[Start of section]

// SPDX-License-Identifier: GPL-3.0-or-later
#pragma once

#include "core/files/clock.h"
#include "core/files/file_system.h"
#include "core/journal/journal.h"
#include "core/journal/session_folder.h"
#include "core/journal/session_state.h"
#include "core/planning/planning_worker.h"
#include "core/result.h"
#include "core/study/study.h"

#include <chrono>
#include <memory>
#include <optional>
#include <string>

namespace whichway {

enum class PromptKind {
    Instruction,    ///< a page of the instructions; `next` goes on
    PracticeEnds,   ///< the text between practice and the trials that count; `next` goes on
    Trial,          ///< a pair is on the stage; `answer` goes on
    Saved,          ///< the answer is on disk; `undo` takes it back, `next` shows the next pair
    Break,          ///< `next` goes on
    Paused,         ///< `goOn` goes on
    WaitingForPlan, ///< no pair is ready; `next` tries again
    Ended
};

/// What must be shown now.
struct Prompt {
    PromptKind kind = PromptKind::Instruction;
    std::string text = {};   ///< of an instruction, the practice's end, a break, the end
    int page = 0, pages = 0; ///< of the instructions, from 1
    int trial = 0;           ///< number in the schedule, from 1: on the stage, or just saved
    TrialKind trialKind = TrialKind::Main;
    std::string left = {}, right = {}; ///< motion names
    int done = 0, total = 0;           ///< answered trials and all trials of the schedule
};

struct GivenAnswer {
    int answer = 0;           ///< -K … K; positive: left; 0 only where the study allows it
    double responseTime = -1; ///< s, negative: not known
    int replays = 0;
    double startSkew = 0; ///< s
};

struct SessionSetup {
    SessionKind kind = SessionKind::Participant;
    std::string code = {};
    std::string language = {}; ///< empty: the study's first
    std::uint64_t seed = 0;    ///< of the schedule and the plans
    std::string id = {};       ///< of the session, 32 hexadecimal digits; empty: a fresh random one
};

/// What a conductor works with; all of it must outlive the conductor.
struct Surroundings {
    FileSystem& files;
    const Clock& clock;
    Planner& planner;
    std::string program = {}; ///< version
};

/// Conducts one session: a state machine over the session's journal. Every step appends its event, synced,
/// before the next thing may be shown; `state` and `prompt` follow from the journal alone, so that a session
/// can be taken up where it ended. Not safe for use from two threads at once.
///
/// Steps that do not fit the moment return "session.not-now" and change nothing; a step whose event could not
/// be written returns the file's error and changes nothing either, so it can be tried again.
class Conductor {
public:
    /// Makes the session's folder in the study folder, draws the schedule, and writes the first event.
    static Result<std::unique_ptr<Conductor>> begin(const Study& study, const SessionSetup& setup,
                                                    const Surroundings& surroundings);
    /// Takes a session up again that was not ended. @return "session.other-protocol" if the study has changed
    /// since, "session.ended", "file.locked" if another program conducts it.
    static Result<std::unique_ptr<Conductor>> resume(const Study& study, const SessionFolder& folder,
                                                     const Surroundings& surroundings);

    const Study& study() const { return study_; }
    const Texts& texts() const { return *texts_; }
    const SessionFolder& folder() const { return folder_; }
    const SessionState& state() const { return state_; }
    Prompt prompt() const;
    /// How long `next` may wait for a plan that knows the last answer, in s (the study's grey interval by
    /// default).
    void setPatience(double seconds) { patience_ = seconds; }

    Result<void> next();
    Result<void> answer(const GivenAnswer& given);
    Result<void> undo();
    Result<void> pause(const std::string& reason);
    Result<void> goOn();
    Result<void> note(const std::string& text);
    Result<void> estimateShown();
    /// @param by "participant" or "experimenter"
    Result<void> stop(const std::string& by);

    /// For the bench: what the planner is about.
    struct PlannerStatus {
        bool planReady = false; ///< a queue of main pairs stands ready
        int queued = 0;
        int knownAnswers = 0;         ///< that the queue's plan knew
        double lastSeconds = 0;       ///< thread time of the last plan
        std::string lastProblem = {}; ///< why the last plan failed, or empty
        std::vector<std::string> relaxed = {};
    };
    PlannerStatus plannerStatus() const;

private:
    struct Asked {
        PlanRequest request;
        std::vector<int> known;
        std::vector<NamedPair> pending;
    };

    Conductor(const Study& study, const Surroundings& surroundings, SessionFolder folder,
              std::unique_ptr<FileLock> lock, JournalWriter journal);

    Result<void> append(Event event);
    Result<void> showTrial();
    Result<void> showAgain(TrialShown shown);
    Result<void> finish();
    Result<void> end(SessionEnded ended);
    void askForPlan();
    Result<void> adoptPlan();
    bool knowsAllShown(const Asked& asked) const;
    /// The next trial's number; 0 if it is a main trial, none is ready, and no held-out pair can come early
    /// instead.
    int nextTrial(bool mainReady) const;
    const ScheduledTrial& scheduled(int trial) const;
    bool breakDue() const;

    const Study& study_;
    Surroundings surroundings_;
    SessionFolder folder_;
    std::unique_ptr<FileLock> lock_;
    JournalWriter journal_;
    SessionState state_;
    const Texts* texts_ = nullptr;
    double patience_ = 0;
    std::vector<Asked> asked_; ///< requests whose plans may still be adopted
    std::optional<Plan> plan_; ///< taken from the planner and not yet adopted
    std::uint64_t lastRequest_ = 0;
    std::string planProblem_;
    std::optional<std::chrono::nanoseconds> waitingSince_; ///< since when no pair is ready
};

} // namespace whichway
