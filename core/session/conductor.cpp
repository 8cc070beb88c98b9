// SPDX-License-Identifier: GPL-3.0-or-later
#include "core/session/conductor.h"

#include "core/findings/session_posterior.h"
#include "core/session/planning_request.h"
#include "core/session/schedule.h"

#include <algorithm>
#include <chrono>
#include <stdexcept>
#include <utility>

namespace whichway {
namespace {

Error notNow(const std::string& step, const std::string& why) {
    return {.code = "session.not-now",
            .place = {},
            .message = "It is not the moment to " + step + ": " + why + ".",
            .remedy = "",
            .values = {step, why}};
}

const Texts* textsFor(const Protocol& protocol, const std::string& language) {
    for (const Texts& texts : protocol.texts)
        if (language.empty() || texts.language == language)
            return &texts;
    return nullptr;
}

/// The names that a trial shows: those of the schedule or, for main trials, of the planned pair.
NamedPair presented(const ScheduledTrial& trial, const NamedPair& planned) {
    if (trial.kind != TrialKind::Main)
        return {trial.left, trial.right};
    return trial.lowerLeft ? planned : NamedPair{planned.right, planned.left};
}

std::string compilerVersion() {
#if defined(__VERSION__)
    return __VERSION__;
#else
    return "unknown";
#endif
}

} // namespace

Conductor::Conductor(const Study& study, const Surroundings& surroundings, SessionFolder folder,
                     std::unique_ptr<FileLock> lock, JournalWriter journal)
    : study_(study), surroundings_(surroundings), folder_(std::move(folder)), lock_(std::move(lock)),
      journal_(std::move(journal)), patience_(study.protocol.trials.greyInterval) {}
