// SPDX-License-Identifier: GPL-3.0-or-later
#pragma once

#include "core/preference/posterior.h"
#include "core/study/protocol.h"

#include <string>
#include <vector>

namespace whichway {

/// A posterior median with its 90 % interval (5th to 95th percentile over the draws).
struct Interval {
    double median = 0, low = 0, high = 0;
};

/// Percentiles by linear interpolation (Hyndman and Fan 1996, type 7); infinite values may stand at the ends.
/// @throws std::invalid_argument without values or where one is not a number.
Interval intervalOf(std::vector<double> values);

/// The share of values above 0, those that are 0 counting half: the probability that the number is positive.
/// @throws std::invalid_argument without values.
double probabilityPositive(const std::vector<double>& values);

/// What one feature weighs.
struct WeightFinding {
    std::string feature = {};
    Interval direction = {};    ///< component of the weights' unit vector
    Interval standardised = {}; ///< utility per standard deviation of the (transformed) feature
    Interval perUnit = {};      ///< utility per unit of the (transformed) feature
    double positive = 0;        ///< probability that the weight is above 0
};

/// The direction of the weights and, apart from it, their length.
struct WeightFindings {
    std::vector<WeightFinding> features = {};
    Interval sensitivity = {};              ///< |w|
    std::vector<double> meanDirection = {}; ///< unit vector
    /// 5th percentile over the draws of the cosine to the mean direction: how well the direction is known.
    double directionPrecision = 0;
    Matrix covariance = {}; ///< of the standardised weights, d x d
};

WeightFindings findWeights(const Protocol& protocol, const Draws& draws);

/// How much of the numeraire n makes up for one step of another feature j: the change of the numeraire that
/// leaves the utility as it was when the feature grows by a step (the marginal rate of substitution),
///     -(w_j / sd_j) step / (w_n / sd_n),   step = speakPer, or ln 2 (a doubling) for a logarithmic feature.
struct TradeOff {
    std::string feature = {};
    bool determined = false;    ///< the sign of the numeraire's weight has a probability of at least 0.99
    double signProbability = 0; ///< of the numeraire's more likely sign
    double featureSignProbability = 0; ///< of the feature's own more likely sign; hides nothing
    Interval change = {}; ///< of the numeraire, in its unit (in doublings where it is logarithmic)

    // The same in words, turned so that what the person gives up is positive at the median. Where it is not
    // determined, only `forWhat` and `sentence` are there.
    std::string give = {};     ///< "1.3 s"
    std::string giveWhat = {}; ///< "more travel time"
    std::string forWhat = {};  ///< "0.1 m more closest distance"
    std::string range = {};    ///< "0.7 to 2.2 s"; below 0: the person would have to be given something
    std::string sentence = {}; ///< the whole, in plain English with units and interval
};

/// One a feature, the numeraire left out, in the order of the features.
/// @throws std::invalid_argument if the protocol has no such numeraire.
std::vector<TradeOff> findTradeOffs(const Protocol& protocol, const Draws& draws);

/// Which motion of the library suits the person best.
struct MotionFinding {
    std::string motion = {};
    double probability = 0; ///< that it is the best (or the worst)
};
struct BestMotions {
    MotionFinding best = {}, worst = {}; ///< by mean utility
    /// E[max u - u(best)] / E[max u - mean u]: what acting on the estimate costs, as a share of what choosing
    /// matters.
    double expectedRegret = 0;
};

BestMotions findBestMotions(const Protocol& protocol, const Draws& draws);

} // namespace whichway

[End of section]

Try it:
Scan the data above for the string "practice" and copy each line where it appears.

Answer area:
    PracticeEnds,   ///< the text between practice and the trials that count; `next` goes on
    std::string text = {};   ///< of an instruction, the practice's end, a break, the end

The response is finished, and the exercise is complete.